Further Clarification of Pain Management Complexity in Radiotherapy: Insights from Modern Statistical Approaches

Cancers (Basel). 2024 Apr 3;16(7):1407. doi: 10.3390/cancers16071407.

Abstract

Background: The primary objective of this study was to assess the adequacy of analgesic care in radiotherapy (RT) patients, with a secondary objective to identify predictive variables associated with pain management adequacy using a modern statistical approach, integrating the Least Absolute Shrinkage and Selection Operator (LASSO) algorithm and the Classification and Regression Tree (CART) analysis.

Methods: This observational, multicenter cohort study involved 1387 patients reporting pain or taking analgesic drugs from 13 RT departments in Italy. The Pain Management Index (PMI) served as the measure for pain control adequacy, with a PMI score < 0 indicating suboptimal management. Patient demographics, clinical status, and treatment-related factors were examined to discern the predictors of pain management adequacy.

Results: Among the analyzed cohort, 46.1% reported inadequately managed pain. Non-cancer pain origin, breast cancer diagnosis, higher ECOG Performance Status scores, younger patient age, early assessment phase, and curative treatment intent emerged as significant determinants of negative PMI from the LASSO analysis. Notably, pain management was observed to improve as RT progressed, with a greater discrepancy between cancer (33.2% with PMI < 0) and non-cancer pain (73.1% with PMI < 0). Breast cancer patients under 70 years of age with non-cancer pain had the highest rate of negative PMI at 86.5%, highlighting a potential deficiency in managing benign pain in younger patients.

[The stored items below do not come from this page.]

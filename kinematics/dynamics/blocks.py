"""Solving the Newton-Euler system fast: block-triangular order, then small reduced blocks.

The system's sparsity pattern is fixed by the layout. A perfect matching of equations to
unknowns, then the strongly connected components of the dependence graph (Tarjan), order it
into diagonal blocks solved one after another (for a chain of dyads: each dyad, then the
driver, as done by hand). Inside a block the force balances have constant coefficients (±1)
on the joint force pairs: they are solved once for all, p = C⁺(f − D·o) + Z·q (C⁺ the
pseudo-inverse, Z a null-space basis), leaving the moment balances as a small system in the
remaining unknowns o (slide normals, the drive torque) and q (at most a few): 1×1 and 2×2 in
closed form for dyads, a batched solve otherwise.
"""

from __future__ import annotations

import sys
from dataclasses import dataclass

import numpy as np

from ..errors import ForcesUndetermined


@dataclass(frozen=True, eq=False)
class Block:
    """One diagonal block, ready to solve.

    ``rows`` and ``columns`` (its unknowns); ``solved``: the earlier unknowns its rows use, through
    the constant ``coupled`` (solved, rows) and the varying entries ``coupling_entries`` (at
    earlier unknowns ``coupling_columns``, spread to rows by ``coupling_spread``). With
    ``pseudo`` (C⁺ᵀ) set, the force rows ``fixed`` are solved apart: ``ec_z`` and ``ec_z0`` give
    [E·C⁺ | E·Z] from the varying entries, ``d``/``d0`` and ``g``/``g0`` give D and G, ``null`` is
    Zᵀ, and ``pairs``/``others`` are the block's joint-force and other unknowns. A block with
    no varying entry has its ``inverse`` (transposed) worked out once; otherwise the whole
    block is solved from ``full``/``full0``."""

    rows: np.ndarray
    columns: np.ndarray
    solved: np.ndarray
    coupled: np.ndarray
    coupling_entries: np.ndarray
    coupling_columns: np.ndarray
    coupling_spread: np.ndarray
    fixed: np.ndarray
    turning: np.ndarray
    pairs: np.ndarray
    others: np.ndarray
    pseudo: np.ndarray | None
    null: np.ndarray | None
    ec_z: np.ndarray | None
    ec_z0: np.ndarray | None
    d: np.ndarray | None
    d0: np.ndarray | None
    g: np.ndarray | None
    g0: np.ndarray | None
    full: np.ndarray | None
    full0: np.ndarray | None
    inverse: np.ndarray | None
    used: np.ndarray


def _matching(pattern: np.ndarray) -> np.ndarray:
    """Row matched to each column (augmenting paths); raises ForcesUndetermined if there is none."""
    size = len(pattern)
    row_of = -np.ones(size, int)
    col_of = -np.ones(size, int)
    neighbours = [np.flatnonzero(pattern[r]) for r in range(size)]

    def augment(r, seen):
        for c in neighbours[r]:
            if not seen[c]:
                seen[c] = True
                if row_of[c] < 0 or augment(row_of[c], seen):
                    row_of[c], col_of[r] = r, c
                    return True
        return False

    limit = sys.getrecursionlimit()
    sys.setrecursionlimit(max(limit, 4 * size + 100))
    try:
        for r in range(size):
            if not augment(r, np.zeros(size, bool)):
                raise ForcesUndetermined("the joint forces are not determined by statics: the balance equations "
                                         "cannot all be met by the joint forces (a redundant constraint)", "joints")
    finally:
        sys.setrecursionlimit(limit)
    return row_of


def _components(pattern: np.ndarray, row_of: np.ndarray) -> list:
    """Strongly connected components of "unknown j needs unknown k", in the order to solve them."""
    size = len(pattern)
    needs = [[k for k in np.flatnonzero(pattern[row_of[j]]) if k != j] for j in range(size)]
    index, low, on_stack, stack, found, counter = {}, {}, set(), [], [], [0]

    def visit(v):
        index[v] = low[v] = counter[0]
        counter[0] += 1
        stack.append(v)
        on_stack.add(v)
        for w in needs[v]:
            if w not in index:
                visit(w)
                low[v] = min(low[v], low[w])
            elif w in on_stack:
                low[v] = min(low[v], index[w])
        if low[v] == index[v]:
            component = []
            while True:
                w = stack.pop()
                on_stack.discard(w)
                component.append(w)
                if w == v:
                    break
            found.append(sorted(component))

    limit = sys.getrecursionlimit()
    sys.setrecursionlimit(max(limit, 4 * size + 100))
    try:
        for v in range(size):
            if v not in index:
                visit(v)
    finally:
        sys.setrecursionlimit(limit)
    return found


def _gather(constant, entry_rows, entry_columns, rows, columns):
    """(S, S0): the flattened sub-matrix [rows × columns] = values @ S + S0, for the varying
    entries' values (N, entries) and the constant part."""
    at_row = {r: i for i, r in enumerate(rows)}
    at_column = {c: i for i, c in enumerate(columns)}
    spread = np.zeros((len(entry_rows), len(rows) * len(columns)))
    for k, (r, c) in enumerate(zip(entry_rows, entry_columns, strict=True)):
        if r in at_row and c in at_column:
            spread[k, at_row[r] * len(columns) + at_column[c]] = 1.0
    return spread, constant[np.ix_(rows, columns)].reshape(-1)


def _varies(rows, columns, varying: set) -> bool:
    return any((r, c) in varying for r in rows for c in columns)


def _block(constant, entry_rows, entry_columns, rows, columns, solved, fixed_row, pair_column) -> Block:
    at_row = {r: i for i, r in enumerate(rows)}
    coupling = [(k, c, at_row[r]) for k, (r, c) in enumerate(zip(entry_rows, entry_columns, strict=True))
                if r in at_row and c in set(solved)]
    spread = np.zeros((len(coupling), len(rows)))
    for i, (_, _, row) in enumerate(coupling):
        spread[i, row] = 1.0
    fixed, turning = np.flatnonzero(fixed_row[rows]), np.flatnonzero(~fixed_row[rows])
    pairs, others = columns[pair_column[columns]], columns[~pair_column[columns]]
    c = constant[np.ix_(rows[fixed], pairs)]
    varying = set(zip(entry_rows, entry_columns, strict=True))
    if not len(turning) or not len(fixed):
        reducible = len(turning) > 0
    else:
        reducible = not _varies(rows[fixed], pairs, varying) and np.linalg.matrix_rank(c) == len(fixed)
    parts = dict(pseudo=None, null=None, ec_z=None, ec_z0=None, d=None, d0=None, g=None, g0=None, full=None,
                 full0=None, inverse=None)
    if not _varies(rows, columns, varying):
        square = constant[np.ix_(rows, columns)]
        if np.linalg.matrix_rank(square) < len(rows):
            raise ForcesUndetermined("the joint forces are not determined by statics: some balance equations "
                                     "repeat others (a redundant constraint)", "joints")
        parts["inverse"] = np.linalg.inv(square).T.copy()
    elif reducible:
        pseudo = np.linalg.pinv(c) if len(fixed) else np.zeros((len(pairs), 0))
        null = np.linalg.svd(c)[2][len(fixed):].T if len(fixed) else np.eye(len(pairs))
        e, e0 = _gather(constant, entry_rows, entry_columns, rows[turning], pairs)
        both = np.kron(np.eye(len(turning)), np.hstack([pseudo, null]))
        d, d0 = _gather(constant, entry_rows, entry_columns, rows[fixed], others)
        g, g0 = _gather(constant, entry_rows, entry_columns, rows[turning], others)
        parts.update(pseudo=pseudo.T.copy(), null=null.T.copy(), ec_z=e @ both, ec_z0=e0 @ both, d=d, d0=d0, g=g,
                     g0=g0)
    else:
        parts["full"], parts["full0"] = _gather(constant, entry_rows, entry_columns, rows, columns)
    maps = [k for k in ("ec_z", "d", "g", "full") if parts[k] is not None]
    used = np.flatnonzero(np.any([parts[k].any(axis=1) for k in maps], axis=0)) if maps else np.zeros(0, int)
    for k in maps:
        parts[k] = parts[k][used]
    return Block(rows=rows, columns=columns, solved=solved, coupled=constant[np.ix_(rows, solved)].T.copy(),
                 used=used,
                 coupling_entries=np.array([k for k, _, _ in coupling], int),
                 coupling_columns=np.array([col for _, col, _ in coupling], int), coupling_spread=spread,
                 fixed=fixed, turning=turning, pairs=pairs, others=others, **parts)


def plan(constant: np.ndarray, entry_rows, entry_columns, fixed_row: np.ndarray, pair_column: np.ndarray) -> tuple:
    """The blocks of a system whose entries are ``constant`` (m, m) plus those that vary with the
    pose at (``entry_rows``, ``entry_columns``); ``fixed_row`` marks the force balances (constant
    coefficients on the joint forces), ``pair_column`` the joint-force unknowns."""
    pattern = constant != 0.0
    pattern[entry_rows, entry_columns] = True
    row_of = _matching(pattern)
    varying = set(zip(entry_rows, entry_columns, strict=True))
    merged = []
    for component in _components(pattern, row_of):
        columns = np.array(component, int)
        if merged and not _varies(row_of[columns], columns, varying) \
                and not _varies(row_of[merged[-1]], merged[-1], varying) \
                and not pattern[np.ix_(row_of[columns], merged[-1])].any():
            # Two constant blocks, the later not needing the earlier: one solve with one inverse.
            merged[-1] = np.concatenate([merged[-1], columns])
        else:
            merged.append(columns)
    blocks, solved = [], np.zeros(len(constant), bool)
    for columns in merged:
        columns = np.sort(columns)
        rows = np.sort(row_of[columns])
        before = np.flatnonzero(solved & pattern[rows].any(axis=0))
        solved[columns] = True
        blocks.append(_block(constant, entry_rows, entry_columns, rows, columns, before, fixed_row, pair_column))
    return tuple(blocks)


def solve(blocks: tuple, values: np.ndarray, applied: np.ndarray):
    """The unknowns (N, m) of A·u = ``applied`` at every pose, A given by ``values`` of the varying
    entries; (unknowns, index of the first pose found singular, or None)."""
    count = len(values)
    unknowns = np.zeros(applied.shape)
    singular = np.zeros(count, bool)
    for block in blocks:
        rhs = applied[:, block.rows]
        if len(block.solved):
            rhs = rhs - unknowns[:, block.solved] @ block.coupled
        if len(block.coupling_entries):
            through = values[:, block.coupling_entries] * unknowns[:, block.coupling_columns]
            rhs = rhs - through @ block.coupling_spread
        if block.inverse is not None:
            unknowns[:, block.columns] = rhs @ block.inverse
            continue
        if block.pseudo is None:
            size = len(block.columns)
            found, bad = solve_small((values[:, block.used] @ block.full + block.full0).reshape(count, size, size),
                                     rhs)
            unknowns[:, block.columns] = found
        else:
            bad = _reduced(block, values, rhs, unknowns)
        singular |= bad
    return unknowns, (int(np.argmax(singular)) if singular.any() else None)


def _reduced(block: Block, values, rhs, unknowns) -> np.ndarray:
    """Solve a block whose force rows are solved apart (see the module), into ``unknowns``;
    returns where it was singular."""
    count = len(values)
    values = values[:, block.used]
    nt, nf, no = len(block.turning), len(block.fixed), len(block.others)
    f, g = rhs[:, block.fixed], rhs[:, block.turning]
    ec_z = (values @ block.ec_z + block.ec_z0).reshape(count, nt, -1)
    ec, ez = ec_z[:, :, :nf], ec_z[:, :, nf:]
    reduced_rhs = g - np.einsum("nij,nj->ni", ec, f) if nf else g
    if no:
        d = (values @ block.d + block.d0).reshape(count, nf, no)
        g_part = (values @ block.g + block.g0).reshape(count, nt, no)
        matrix = np.concatenate([g_part - np.einsum("nij,njk->nik", ec, d), ez], axis=2) if nf else \
            np.concatenate([g_part, ez], axis=2)
    else:
        matrix = ez
    found, singular = solve_small(matrix, reduced_rhs)
    o, q = found[:, :no], found[:, no:]
    if no and nf:
        f = f - np.einsum("nij,nj->ni", d, o)
    unknowns[:, block.pairs] = f @ block.pseudo + q @ block.null
    unknowns[:, block.others] = o
    return singular


# A reduced block whose rows are this near to dependent (|det| against the product of the
# rows' lengths, or a 1×1 coefficient of order-one rows) leaves the forces undetermined.
DEPENDENT = 1e-13


def solve_small(matrix: np.ndarray, rhs: np.ndarray):
    """Solve (N, n, n)·x = (N, n) for small n; returns (x, the poses found singular)."""
    n = matrix.shape[-1]
    if n == 0:
        return rhs[:, :0], np.zeros(len(rhs), bool)
    if n == 1:
        a = matrix[:, 0, 0]
        bad = np.abs(a) <= DEPENDENT
        return (rhs / np.where(bad, 1.0, a)[:, None]), bad
    if n == 2:
        a, b, c, d = matrix[:, 0, 0], matrix[:, 0, 1], matrix[:, 1, 0], matrix[:, 1, 1]
        det = a * d - b * c
        bad = np.abs(det) <= DEPENDENT * np.hypot(a, b) * np.hypot(c, d)
        det = np.where(bad, 1.0, det)
        found = np.empty(rhs.shape)
        found[:, 0] = (d * rhs[:, 0] - b * rhs[:, 1]) / det
        found[:, 1] = (a * rhs[:, 1] - c * rhs[:, 0]) / det
        return found, bad
    figures = np.linalg.cond(matrix)
    bad = ~(figures < 1.0 / DEPENDENT)
    safe = np.where(bad[:, None, None], np.eye(n), matrix)
    return np.linalg.solve(safe, rhs[..., None])[..., 0], bad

Conclusions: The study underscores the dynamic nature of pain management during RT, suggesting improvements over the treatment course yet revealing specific challenges in non-cancer pain management, particularly among younger breast cancer patients. The use of advanced statistical techniques for analysis stresses the importance of a multifaceted approach to pain management, one that incorporates both cancer and non-cancer pain considerations to ensure a holistic and improved quality of oncological care.

Keywords: classification and regression tree (CART) analysis; least absolute shrinkage and selection operator (LASSO) algorithm; multicenter; observational study; pain; pain management index; radiotherapy.

Grants and funding

This project received funding from the European Union’s Horizon 2020 research and innovation programme under grant agreement No 825859.